One of the most iconic and controversial kitchen utensils of the 1990s essentially took shape on a pizzeria's paper napkin: during the winter of 1988, while the French designer Philippe Starck was vacationing on a small Italian island, he was sitting in a deserted restaurant basically starving. Bored by the long wait he started sketching an odd object shaped like a long-legged creature with a big egg-head which turned out perfect to squeeze citruses. The Juicy Salif squeezer had just born. Is it a squid? Is it a UFO? Or maybe a space shuttle?

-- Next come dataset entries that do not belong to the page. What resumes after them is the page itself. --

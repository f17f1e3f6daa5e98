/**
 * Real observations through the front door: uploaded, read, applied, computed and downloaded, and held against what was measured or computed
 * elsewhere. Origin and licence of each file: test/data/ATTRIBUTION.md. Parcels and station tables are invented for the tests.
 */
import { readFileSync } from 'node:fs';
import { expect, test } from '@playwright/test';
import { parse } from 'csv-parse/sync';
import { type Api, csv, featureCollection, newDistrict, signIn, square } from './api.ts';

const BASE = process.env.BASE_URL as string;
const read = (name: string) => readFileSync(`test/data/${name}`, 'utf8');

test.setTimeout(240_000);

async function district(code: string, wanted: Record<string, unknown> = {}): Promise<Api> {
  const manager = await signIn(BASE, 'manager@arrowmere.example', process.env.TILLWATER_DEMO_PASSWORD as string);
  const unique = `${code}-${Date.now().toString(36)}`;
  const made = await newDistrict(BASE, { cookie: manager }, { code: unique, name: `${code} (test)`, time_zone: 'UTC', ...wanted });
  return made.api;
}

/** Rows of a downloaded or stored table by column name. */
function table(text: string): Record<string, string>[] {
  return parse(text, { columns: true, trim: true, bom: true });
}

test.describe('fourteen stations of the western United States, 2020, without wind', () => {
  let api: Api;
  let runId: string;
  const observed = table(read('uscrn-daily-2020.csv'));

  test.beforeAll(async () => {
    api = await district('uscrn', { default_elevation_m: 80 });
    await api.ok('POST', '/api/v1/seasons', { code: '2020', start_date: '2020-01-01', end_date: '2020-12-31' });
    const places = new Map(observed.map((row) => [row.wban, row]));
    // the file has no elevation: Merced's is recalled (about 24 m), the others are left out and must be flagged
    const stations = [...places.values()].map((row) => [row.wban, row.latitude, row.longitude, row.wban === '93243' ? 24 : '']);
    await api.bring('stations', { 'stations.csv': csv(['site', 'latitude', 'longitude', 'elevation'], stations) });
  });

  test('are read with their leading zeros, their gaps and their leap day', async () => {
    const applied = await api.bring('weather', { 'uscrn-daily-2020.csv': read('uscrn-daily-2020.csv') }, { source: 'USCRN' });
    expect(applied.finding_counts.error).toBe(0);
    const sites = (await api.ok('GET', '/api/v1/weather/sites')).items;
    expect(sites).toHaveLength(14);
    expect(sites.map((site: { code: string }) => site.code)).toContain('04127');
    const merced = sites.find((site: { code: string }) => site.code === '93243');
    const withMaximum = observed.filter((row) => row.wban === '93243' && row.t_daily_max !== '').length;
    expect(withMaximum).toBeLessThan(366);
    expect(merced.coverage_days.air_temperature_max_c).toBe(withMaximum);
    const [leapDay] = (await api.ok('GET', '/api/v1/weather/sites/93243/daily?from=2020-02-29&to=2020-02-29')).items;
    const source = observed.find((row) => row.wban === '93243' && row.lst_date === '2020-02-29') as Record<string, string>;
    expect(leapDay.observed.air_temperature_max_c).toBeCloseTo(Number(source.t_daily_max), 4);
    expect(leapDay.observed.solar_radiation_mj_m2_d).toBeCloseTo(Number(source.solarad_daily), 4);
  });

  test('give the reference ET that the printed equations give, worked out here by themselves', async () => {
    const days = (await api.ok('GET', '/api/v1/weather/sites/93243/daily?from=2020-06-01&to=2020-08-31')).items;
    let checked = 0;
    for (const day of days) {
      const row = observed.find((each) => each.wban === '93243' && each.lst_date === day.date) as Record<string, string>;
      const needed = [row.t_daily_max, row.t_daily_min, row.rh_daily_max, row.rh_daily_min, row.solarad_daily];
      if (needed.some((cell) => cell === '')) continue;
      expect(day.reference_et_fao56_short_mm, day.date).toBeCloseTo(penmanMonteith(row, Number(row.latitude), 24, 2), 2);
      expect(day.fallbacks).toContain('windAssumed');
      checked++;
    }
    expect(checked).toBeGreaterThan(80);
  });

  test('compute the season of fields with foreign crop codes, and every row says that the wind was assumed', async () => {
    const crops = ['ALF', 'MZ', 'TOM', 'ALM'];
    const parcels = Array.from({ length: 24 }, (_, i) => ({
      geometry: { type: 'Polygon', coordinates: square(-120.6 + 0.02 * (i % 6), 37.2 + 0.02 * Math.floor(i / 6), 700) },
      properties: { code: `0${100 + i}`, crop: crops[i % crops.length], method: i % 2 ? 'drip' : 'furrow', elevation_m: 50 },
    }));
    const mapping = { ALF: 'alfalfa-hay', MZ: 'maize-grain', TOM: 'tomato', ALM: 'almond-no-ground-cover' };
    const read1 = await api.upload('parcels', { 'fields.geojson': featureCollection(parcels) }, { season: '2020' });
    expect(read1.understood.crops.map((crop: { foreignCode: string }) => crop.foreignCode).sort()).toEqual([...crops].sort());
    await api.ok('PATCH', `/api/v1/imports/${read1.id}`, { cropMappings: mapping });
    await api.settled(`/api/v1/imports/${read1.id}`, ['ready']);
    await api.ok('POST', `/api/v1/imports/${read1.id}/apply`);
    await api.settled(`/api/v1/imports/${read1.id}`, ['applied']);
    const run = await api.run('2020');
    expect(run.state, run.error ?? '').toBe('done');
    expect(run.balance.max_residual_mm).toBeLessThan(1e-6);
    runId = run.id;
    const rows = await api.all(`/api/v1/runs/${runId}/parcels?period=month`);
    expect(rows).toHaveLength(24 * 12);
    for (const row of rows) expect(row.fallbacks, `${row.parcel} ${row.start}`).toContain('windAssumed');
    const seasons = await api.all(`/api/v1/runs/${runId}/parcels?period=season`);
    for (const row of seasons) {
      expect(row.parcel).toMatch(/^0\d{3}$/);
      // FAO-56 Table 2, temperate arid: 1–3, 4–7, 6–9 mm/d for cool, moderate and warm days; a year at Merced lies within 2–6 mm/d
      expect(row.reference_et_mm / 366).toBeGreaterThan(2);
      expect(row.reference_et_mm / 366).toBeLessThan(6);
      expect(row.gross_requirement_mm).toBeGreaterThan(row.net_requirement_mm);
    }
  });

  test('leave as CSV and GeoJSON with the same totals', async () => {
    const seasons = await api.all(`/api/v1/runs/${runId}/parcels?period=season`);
    const volume = seasons.reduce((sum: number, row: { gross_volume_m3: number }) => sum + row.gross_volume_m3, 0);
    const sheet = table((await api.get(`/api/v1/runs/${runId}/reports/parcels.csv?period=season`)).body);
    expect(sheet).toHaveLength(24);
    expect(sheet.reduce((sum, row) => sum + Number(row.gross_volume_m3), 0)).toBeCloseTo(volume, 0);
    const shapes = await api.get(`/api/v1/runs/${runId}/reports/parcels.geojson`);
    const collection = typeof shapes.body === 'string' ? JSON.parse(shapes.body) : shapes.body;
    expect(collection.features).toHaveLength(24);
    const summary = await api.ok('GET', `/api/v1/runs/${runId}/summary`);
    expect(summary.district.gross_volume_m3).toBeCloseTo(volume, 0);
  });
});

test('a station of Western Australia agrees with the reference ET its agency computed', async () => {
  const api = await district('silo');
  // place and elevation as the agency's model takes them; it uses a constant wind of 2 m/s, so the missing-wind rule is the same
  await api.bring('stations', { 'stations.csv': csv(['site', 'latitude', 'longitude', 'elevation'], [['8137', -30.9, 116.7, 283]]) });
  await api.bring('weather', { 'silo-8137-daily-2021-06.csv': read('silo-8137-daily-2021-06.csv') });
  const days = (await api.ok('GET', '/api/v1/weather/sites/8137/daily?from=2021-06-01&to=2021-07-01')).items;
  const agency = new Map(table(read('silo-8137-daily-2021-06.csv')).map((row) => [row['YYYY-MM-DD'], row]));
  expect(days).toHaveLength(31);
  let bias = 0;
  for (const day of days) {
    const row = agency.get(day.date) as Record<string, string>;
    // the agency prints one decimal: half a unit of it, and 0.05 for its rounded inputs
    expect(Math.abs(day.reference_et_fao56_short_mm - Number(row.et_short_crop)), day.date).toBeLessThan(0.1);
    expect(Math.abs(day.reference_et_asce2005_tall_mm - Number(row.et_tall_crop)), day.date).toBeLessThan(0.15);
    bias += (day.reference_et_fao56_short_mm - Number(row.et_short_crop)) / days.length;
  }
  expect(Math.abs(bias)).toBeLessThan(0.03);
});

test('maize at Mead, Nebraska, from the tower’s own file: season within the range of its measured evaporation', async () => {
  const api = await district('mead', { default_elevation_m: 361 });
  const season = { code: '2002', start_date: '2002-04-01', end_date: '2002-10-31' };
  await api.ok('POST', '/api/v1/seasons', season);
  await api.bring('stations', {
    'stations.csv': csv(['site', 'latitude', 'longitude', 'elevation', 'wind_height'], [['US-Ne1', 41.1651, -96.4766, 361, 6]]),
  });
  const applied = await api.bring('weather', { 'tower.csv': read('fluxnet-us-ne1-daily-2001-2006.csv') }, { site: 'US-Ne1' });
  expect(applied.finding_counts.error).toBe(0);
  await api.bring('parcels', {
    'field.geojson': featureCollection([
      {
        geometry: { type: 'Polygon', coordinates: square(-96.481, 41.162, 700) },
        properties: { code: 'NE1', soil: 'silt-clay-loam', method: 'pivot', elevation_m: 361 },
      },
    ]),
  });
  // planting and harvest days recalled from the site's reports
  await api.bring('plantings', {
    'plantings.csv': csv(
      ['parcel', 'season', 'crop', 'planting_date', 'harvest_date'],
      [['NE1', '2002', 'maize-grain', '2002-05-09', '2002-10-01']],
    ),
  });
  // the tower's rain holds the pivot's water, so none is added; see test/published/mead-maize.test.ts for the reason and the bars
  const run = await api.run('2002', { irrigate: false, initial_depletion: 0.2, runoff: false });
  expect(run.state, run.error ?? '').toBe('done');
  const { days } = await api.ok('GET', `/api/v1/runs/${run.id}/parcels/NE1/daily`);
  const flux = new Map(table(read('fluxnet-us-ne1-daily-2001-2006.csv')).map((row) => [row.TIMESTAMP, row]));
  const totals = { computed: 0, raw: 0, corrected: 0 };
  for (const day of days) {
    const row = flux.get(day.date.replaceAll('-', ''));
    if (!row || day.date < '2002-05-09' || day.date > '2002-09-30' || Number(row.LE_CORR) < -9000 || Number(row.LE_F_MDS) < -9000) continue;
    totals.computed += day.adjusted_crop_et_mm;
    totals.raw += (Number(row.LE_F_MDS) * 0.0864) / 2.45;
    totals.corrected += (Number(row.LE_CORR) * 0.0864) / 2.45;
    expect(day.fallbacks).toContain('temperatureExtremesFromMean');
  }
  test.info().annotations.push({ type: 'figure', description: JSON.stringify(totals) });
  expect(totals.computed).toBeGreaterThan(totals.raw);
  expect(totals.computed).toBeGreaterThan(0.9 * totals.corrected);
  expect(totals.computed).toBeLessThan(1.1 * totals.corrected);
});

/** FAO-56 Eq. 6 with Eq. 7–39, written out from the paper for this test alone. */
function penmanMonteith(row: Record<string, string>, latitude: number, elevation: number, u2: number): number {
  const [tMax, tMin, rs] = [Number(row.t_daily_max), Number(row.t_daily_min), Number(row.solarad_daily)];
  const e0 = (t: number) => 0.6108 * Math.exp((17.27 * t) / (t + 237.3));
  const ea = (e0(tMin) * Number(row.rh_daily_max) + e0(tMax) * Number(row.rh_daily_min)) / 200;
  const es = (e0(tMax) + e0(tMin)) / 2;
  const t = (tMax + tMin) / 2;
  const delta = (4098 * e0(t)) / (t + 237.3) ** 2;
  const gamma = 0.665e-3 * 101.3 * ((293 - 0.0065 * elevation) / 293) ** 5.26;
  const date = new Date(`${row.lst_date}T00:00:00Z`);
  const j = Math.round((date.getTime() - Date.UTC(date.getUTCFullYear(), 0, 1)) / 86_400_000) + 1;
  const phi = (latitude * Math.PI) / 180;
  const dr = 1 + 0.033 * Math.cos((2 * Math.PI * j) / 365);
  const dec = 0.409 * Math.sin((2 * Math.PI * j) / 365 - 1.39);
  const ws = Math.acos(-Math.tan(phi) * Math.tan(dec));
  const ra = ((24 * 60) / Math.PI) * 0.082 * dr * (ws * Math.sin(phi) * Math.sin(dec) + Math.cos(phi) * Math.cos(dec) * Math.sin(ws));
  const rso = (0.75 + 2e-5 * elevation) * ra;
  const sigma = 4.903e-9 * (((tMax + 273.16) ** 4 + (tMin + 273.16) ** 4) / 2);
  const rnl = sigma * (0.34 - 0.14 * Math.sqrt(ea)) * (1.35 * Math.min(1, rs / rso) - 0.35);
  const rn = 0.77 * rs - rnl;
  return (0.408 * delta * rn + (gamma * 900 * u2 * (es - ea)) / (t + 273)) / (delta + gamma * (1 + 0.34 * u2));
}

When talking about the item produced by Alessi , in 1990, Starck doesn’t mind saying: «Juicy Salif is not only about squeezing lemons, it’s about what we see in it, the way this micro-sculpture lets our imagination run wild. Someone even sees a phallic shape in it, something that I confess I didn’t think about. When someone asks ‘What is this?’ a conversation begins, and this is the scenario that drives me while designing such a bizarre object.»
The Juicy Salif squeezer was one of the first objects designed by Philippe Starck for Alessi. Alberto Alessi, president of the Italian design company of the same name, remembers: «I received a napkin from Starck, on it among some incomprehensible marks (tomato sauce, in all likelihood) there were some sketches. They started on the left, and as they worked their way over to the right, they took on the unmistakable shape of what was to become the Juicy Salif.»
A real object of design has to be able to move people, bring memories or surprise, be transgressive… At the end, it has to be poetic.
A truly iconic object and symbol not only of Philippe Starck, but of Alessi itself, this citrus squeezer continues to be one of the most provocatively intelligent articles within the Italian design company's catalogue. In 2000, to celebrate Juicy Salif’s tenth anniversary, Alessi created a gold-plated limited edition of Philippe Stark’s famous item to homage a kitchen utensil turned into a piece of art. It’s no coincidence that the squeezer is exposed in some of the world's most important design and contemporary art museums (New York’s MOMA, Paris’ Centre George Pompidou, Triennale in Milan just to name a few) and it makes its appearance on famous tv series and movies.